### What you need to do
Tally the lines below that contain "Assertions". The number is the whole answer.

### Supplied data
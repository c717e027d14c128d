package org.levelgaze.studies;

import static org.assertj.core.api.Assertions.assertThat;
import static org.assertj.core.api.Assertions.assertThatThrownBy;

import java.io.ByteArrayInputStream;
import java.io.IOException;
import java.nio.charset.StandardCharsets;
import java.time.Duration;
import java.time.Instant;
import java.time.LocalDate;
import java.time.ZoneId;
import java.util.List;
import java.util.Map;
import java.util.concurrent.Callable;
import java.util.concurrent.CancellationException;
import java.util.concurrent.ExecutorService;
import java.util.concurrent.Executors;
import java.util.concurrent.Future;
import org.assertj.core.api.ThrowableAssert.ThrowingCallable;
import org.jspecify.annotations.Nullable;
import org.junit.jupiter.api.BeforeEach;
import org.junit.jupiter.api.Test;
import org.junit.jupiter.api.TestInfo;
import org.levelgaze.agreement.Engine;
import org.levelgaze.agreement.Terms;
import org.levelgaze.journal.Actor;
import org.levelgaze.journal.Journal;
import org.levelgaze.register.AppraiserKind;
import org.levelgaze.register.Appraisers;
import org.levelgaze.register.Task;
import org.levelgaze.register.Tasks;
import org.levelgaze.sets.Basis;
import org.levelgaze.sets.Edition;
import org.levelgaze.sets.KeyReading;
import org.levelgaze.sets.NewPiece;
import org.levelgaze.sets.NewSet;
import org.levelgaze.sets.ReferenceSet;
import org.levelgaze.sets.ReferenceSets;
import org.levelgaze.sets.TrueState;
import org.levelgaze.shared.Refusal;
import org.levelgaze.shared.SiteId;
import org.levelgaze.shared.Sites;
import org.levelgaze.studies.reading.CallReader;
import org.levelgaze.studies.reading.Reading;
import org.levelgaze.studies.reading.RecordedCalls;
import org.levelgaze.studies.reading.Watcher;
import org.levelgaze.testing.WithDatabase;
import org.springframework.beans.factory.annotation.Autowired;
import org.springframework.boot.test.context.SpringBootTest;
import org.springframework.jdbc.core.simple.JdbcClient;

* * *

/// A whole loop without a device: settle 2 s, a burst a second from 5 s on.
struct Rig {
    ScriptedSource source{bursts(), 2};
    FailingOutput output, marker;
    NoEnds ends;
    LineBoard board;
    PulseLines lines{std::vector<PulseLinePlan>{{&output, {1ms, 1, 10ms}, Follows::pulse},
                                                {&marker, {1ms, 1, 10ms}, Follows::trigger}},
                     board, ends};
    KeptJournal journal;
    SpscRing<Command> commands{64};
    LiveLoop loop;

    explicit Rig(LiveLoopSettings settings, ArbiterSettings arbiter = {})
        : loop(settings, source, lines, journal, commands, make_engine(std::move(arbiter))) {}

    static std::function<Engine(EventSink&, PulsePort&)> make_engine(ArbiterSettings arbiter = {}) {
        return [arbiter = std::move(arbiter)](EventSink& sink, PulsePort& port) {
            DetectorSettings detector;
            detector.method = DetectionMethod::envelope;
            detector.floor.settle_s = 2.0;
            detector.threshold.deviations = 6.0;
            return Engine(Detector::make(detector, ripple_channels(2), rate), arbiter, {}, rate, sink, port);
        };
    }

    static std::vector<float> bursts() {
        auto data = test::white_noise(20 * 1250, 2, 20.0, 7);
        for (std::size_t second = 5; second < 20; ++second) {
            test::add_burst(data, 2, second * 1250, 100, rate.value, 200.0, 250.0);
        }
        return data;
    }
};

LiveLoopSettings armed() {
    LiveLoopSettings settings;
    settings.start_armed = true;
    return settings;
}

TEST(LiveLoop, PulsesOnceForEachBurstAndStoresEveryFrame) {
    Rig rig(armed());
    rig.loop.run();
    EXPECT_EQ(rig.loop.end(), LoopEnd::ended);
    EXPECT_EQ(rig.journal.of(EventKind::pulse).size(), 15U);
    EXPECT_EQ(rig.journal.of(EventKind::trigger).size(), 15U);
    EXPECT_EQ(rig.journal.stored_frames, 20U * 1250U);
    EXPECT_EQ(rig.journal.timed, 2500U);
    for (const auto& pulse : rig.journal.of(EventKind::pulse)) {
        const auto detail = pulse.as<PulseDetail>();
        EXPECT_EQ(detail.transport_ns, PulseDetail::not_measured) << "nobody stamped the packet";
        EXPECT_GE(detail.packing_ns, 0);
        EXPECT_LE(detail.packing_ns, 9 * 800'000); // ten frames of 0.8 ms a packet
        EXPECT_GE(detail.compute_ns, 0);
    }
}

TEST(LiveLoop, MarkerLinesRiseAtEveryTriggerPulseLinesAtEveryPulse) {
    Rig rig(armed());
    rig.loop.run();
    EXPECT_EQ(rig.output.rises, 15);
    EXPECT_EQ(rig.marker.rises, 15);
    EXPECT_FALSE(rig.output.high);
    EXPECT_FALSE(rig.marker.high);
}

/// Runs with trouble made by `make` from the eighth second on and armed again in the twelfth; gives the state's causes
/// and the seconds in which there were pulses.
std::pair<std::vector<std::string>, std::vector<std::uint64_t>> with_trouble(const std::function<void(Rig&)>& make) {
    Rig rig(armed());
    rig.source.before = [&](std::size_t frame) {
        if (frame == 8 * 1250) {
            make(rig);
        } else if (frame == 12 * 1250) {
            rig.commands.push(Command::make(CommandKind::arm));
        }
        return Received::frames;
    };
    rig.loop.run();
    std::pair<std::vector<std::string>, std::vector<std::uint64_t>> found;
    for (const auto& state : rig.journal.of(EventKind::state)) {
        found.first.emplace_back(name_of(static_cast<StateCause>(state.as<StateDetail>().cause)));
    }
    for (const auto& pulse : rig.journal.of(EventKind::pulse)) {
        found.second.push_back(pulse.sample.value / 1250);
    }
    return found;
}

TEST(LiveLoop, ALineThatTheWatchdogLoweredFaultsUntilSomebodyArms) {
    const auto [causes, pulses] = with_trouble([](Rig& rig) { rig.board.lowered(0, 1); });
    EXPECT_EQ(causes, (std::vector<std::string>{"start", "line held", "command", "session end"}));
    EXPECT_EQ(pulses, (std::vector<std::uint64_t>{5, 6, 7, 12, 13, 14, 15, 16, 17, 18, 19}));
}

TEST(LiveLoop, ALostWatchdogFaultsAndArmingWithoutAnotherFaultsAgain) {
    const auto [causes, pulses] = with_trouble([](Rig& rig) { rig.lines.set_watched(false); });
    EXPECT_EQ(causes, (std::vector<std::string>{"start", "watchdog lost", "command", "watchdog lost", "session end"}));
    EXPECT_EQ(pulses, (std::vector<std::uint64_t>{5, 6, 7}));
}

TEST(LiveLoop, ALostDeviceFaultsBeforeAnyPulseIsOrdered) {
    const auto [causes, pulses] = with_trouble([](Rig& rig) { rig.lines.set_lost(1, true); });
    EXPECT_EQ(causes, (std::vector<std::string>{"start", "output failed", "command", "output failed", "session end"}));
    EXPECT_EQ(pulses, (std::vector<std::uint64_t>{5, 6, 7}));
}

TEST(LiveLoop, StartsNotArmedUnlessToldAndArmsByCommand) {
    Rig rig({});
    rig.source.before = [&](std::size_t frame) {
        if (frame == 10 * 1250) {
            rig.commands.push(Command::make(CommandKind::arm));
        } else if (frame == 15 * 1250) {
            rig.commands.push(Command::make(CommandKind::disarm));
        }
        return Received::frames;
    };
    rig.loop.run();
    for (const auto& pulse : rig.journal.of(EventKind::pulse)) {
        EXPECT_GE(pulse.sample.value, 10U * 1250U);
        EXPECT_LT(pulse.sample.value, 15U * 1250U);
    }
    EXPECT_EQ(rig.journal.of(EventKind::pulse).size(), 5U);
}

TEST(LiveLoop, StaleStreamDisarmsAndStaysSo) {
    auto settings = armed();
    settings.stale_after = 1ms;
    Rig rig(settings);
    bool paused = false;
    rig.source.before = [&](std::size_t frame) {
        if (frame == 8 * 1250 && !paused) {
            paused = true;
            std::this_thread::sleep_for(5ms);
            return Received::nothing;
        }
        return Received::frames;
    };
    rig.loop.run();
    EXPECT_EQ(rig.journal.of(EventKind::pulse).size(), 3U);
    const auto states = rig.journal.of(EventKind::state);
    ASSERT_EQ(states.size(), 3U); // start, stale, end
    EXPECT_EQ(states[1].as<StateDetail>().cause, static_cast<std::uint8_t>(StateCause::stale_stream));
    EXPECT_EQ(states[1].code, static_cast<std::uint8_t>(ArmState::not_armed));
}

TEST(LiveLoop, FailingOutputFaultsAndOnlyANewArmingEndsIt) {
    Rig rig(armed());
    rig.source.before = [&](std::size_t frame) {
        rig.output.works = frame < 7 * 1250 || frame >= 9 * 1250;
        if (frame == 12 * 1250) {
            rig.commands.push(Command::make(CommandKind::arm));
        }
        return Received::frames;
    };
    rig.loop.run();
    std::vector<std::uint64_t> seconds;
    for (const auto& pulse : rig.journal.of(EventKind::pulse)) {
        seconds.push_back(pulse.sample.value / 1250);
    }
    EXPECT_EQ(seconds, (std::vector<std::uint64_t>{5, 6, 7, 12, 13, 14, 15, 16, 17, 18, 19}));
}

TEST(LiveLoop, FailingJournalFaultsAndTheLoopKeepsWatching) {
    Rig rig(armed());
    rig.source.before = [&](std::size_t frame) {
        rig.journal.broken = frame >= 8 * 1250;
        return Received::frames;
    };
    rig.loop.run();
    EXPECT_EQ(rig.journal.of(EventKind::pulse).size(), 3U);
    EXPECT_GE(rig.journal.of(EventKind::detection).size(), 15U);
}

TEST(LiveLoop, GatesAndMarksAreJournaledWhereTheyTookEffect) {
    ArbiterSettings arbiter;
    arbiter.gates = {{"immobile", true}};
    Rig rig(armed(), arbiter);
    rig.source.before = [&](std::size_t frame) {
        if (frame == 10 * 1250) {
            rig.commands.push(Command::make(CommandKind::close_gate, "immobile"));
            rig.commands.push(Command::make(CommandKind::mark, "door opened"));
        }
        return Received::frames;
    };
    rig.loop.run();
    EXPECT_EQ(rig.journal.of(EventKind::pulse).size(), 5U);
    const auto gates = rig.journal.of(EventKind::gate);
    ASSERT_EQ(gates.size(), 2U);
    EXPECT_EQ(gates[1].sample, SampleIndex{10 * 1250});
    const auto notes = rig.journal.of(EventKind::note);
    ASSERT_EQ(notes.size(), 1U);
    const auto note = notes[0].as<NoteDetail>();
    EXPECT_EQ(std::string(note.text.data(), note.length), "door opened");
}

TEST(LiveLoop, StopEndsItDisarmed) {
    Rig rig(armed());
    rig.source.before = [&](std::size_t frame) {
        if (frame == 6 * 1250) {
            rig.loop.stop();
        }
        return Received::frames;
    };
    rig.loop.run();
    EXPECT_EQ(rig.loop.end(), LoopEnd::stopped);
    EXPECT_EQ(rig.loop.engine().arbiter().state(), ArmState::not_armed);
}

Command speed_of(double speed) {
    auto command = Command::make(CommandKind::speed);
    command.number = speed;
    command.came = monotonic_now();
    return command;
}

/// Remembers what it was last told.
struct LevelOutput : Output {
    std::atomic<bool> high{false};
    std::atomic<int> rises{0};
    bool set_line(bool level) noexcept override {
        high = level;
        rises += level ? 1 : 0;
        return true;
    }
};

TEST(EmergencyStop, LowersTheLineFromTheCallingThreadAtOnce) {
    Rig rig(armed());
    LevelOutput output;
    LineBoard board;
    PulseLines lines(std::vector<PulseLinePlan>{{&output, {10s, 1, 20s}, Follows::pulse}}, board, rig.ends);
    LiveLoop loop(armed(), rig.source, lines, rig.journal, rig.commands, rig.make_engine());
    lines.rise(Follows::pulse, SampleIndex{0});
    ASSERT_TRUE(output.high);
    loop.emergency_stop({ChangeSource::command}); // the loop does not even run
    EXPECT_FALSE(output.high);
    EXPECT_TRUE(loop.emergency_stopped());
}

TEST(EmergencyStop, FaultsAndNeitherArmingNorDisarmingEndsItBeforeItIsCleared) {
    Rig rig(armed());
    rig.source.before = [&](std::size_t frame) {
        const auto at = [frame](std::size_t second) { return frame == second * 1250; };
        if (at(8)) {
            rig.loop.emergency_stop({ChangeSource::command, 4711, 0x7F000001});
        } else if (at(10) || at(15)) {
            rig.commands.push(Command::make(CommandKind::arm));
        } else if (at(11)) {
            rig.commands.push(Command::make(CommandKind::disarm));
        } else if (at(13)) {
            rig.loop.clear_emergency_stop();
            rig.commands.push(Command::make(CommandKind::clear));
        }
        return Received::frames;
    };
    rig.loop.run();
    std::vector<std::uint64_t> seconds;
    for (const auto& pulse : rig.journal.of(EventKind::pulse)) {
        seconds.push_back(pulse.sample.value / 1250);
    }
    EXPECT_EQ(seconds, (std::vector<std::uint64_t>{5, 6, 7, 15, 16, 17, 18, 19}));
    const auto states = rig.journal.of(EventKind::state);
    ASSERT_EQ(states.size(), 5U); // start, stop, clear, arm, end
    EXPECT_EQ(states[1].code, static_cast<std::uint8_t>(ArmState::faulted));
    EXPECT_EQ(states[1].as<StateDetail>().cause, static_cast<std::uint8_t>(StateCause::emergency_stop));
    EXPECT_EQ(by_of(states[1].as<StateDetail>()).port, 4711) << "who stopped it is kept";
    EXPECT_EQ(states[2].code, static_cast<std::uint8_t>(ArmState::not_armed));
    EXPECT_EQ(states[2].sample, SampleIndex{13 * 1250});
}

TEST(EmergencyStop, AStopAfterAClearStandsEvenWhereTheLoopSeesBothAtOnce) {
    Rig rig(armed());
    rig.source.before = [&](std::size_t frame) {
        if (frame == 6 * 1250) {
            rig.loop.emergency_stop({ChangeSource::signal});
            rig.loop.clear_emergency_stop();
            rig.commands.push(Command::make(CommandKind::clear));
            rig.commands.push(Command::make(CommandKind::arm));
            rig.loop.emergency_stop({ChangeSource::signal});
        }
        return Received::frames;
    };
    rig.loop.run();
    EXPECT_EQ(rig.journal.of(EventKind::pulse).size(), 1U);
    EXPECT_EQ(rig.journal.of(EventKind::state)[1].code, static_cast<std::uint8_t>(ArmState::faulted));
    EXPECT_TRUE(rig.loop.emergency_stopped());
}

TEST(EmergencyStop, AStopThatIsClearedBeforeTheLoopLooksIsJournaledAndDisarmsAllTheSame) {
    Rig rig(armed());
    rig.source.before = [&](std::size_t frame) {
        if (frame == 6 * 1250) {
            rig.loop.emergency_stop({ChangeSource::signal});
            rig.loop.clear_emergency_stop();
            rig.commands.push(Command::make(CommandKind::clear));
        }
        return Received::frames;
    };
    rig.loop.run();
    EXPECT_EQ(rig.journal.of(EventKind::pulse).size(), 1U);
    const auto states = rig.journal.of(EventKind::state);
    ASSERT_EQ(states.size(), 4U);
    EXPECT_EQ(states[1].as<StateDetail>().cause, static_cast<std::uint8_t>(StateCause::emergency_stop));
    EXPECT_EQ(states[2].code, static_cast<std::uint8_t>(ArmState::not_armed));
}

### Exercise answer
2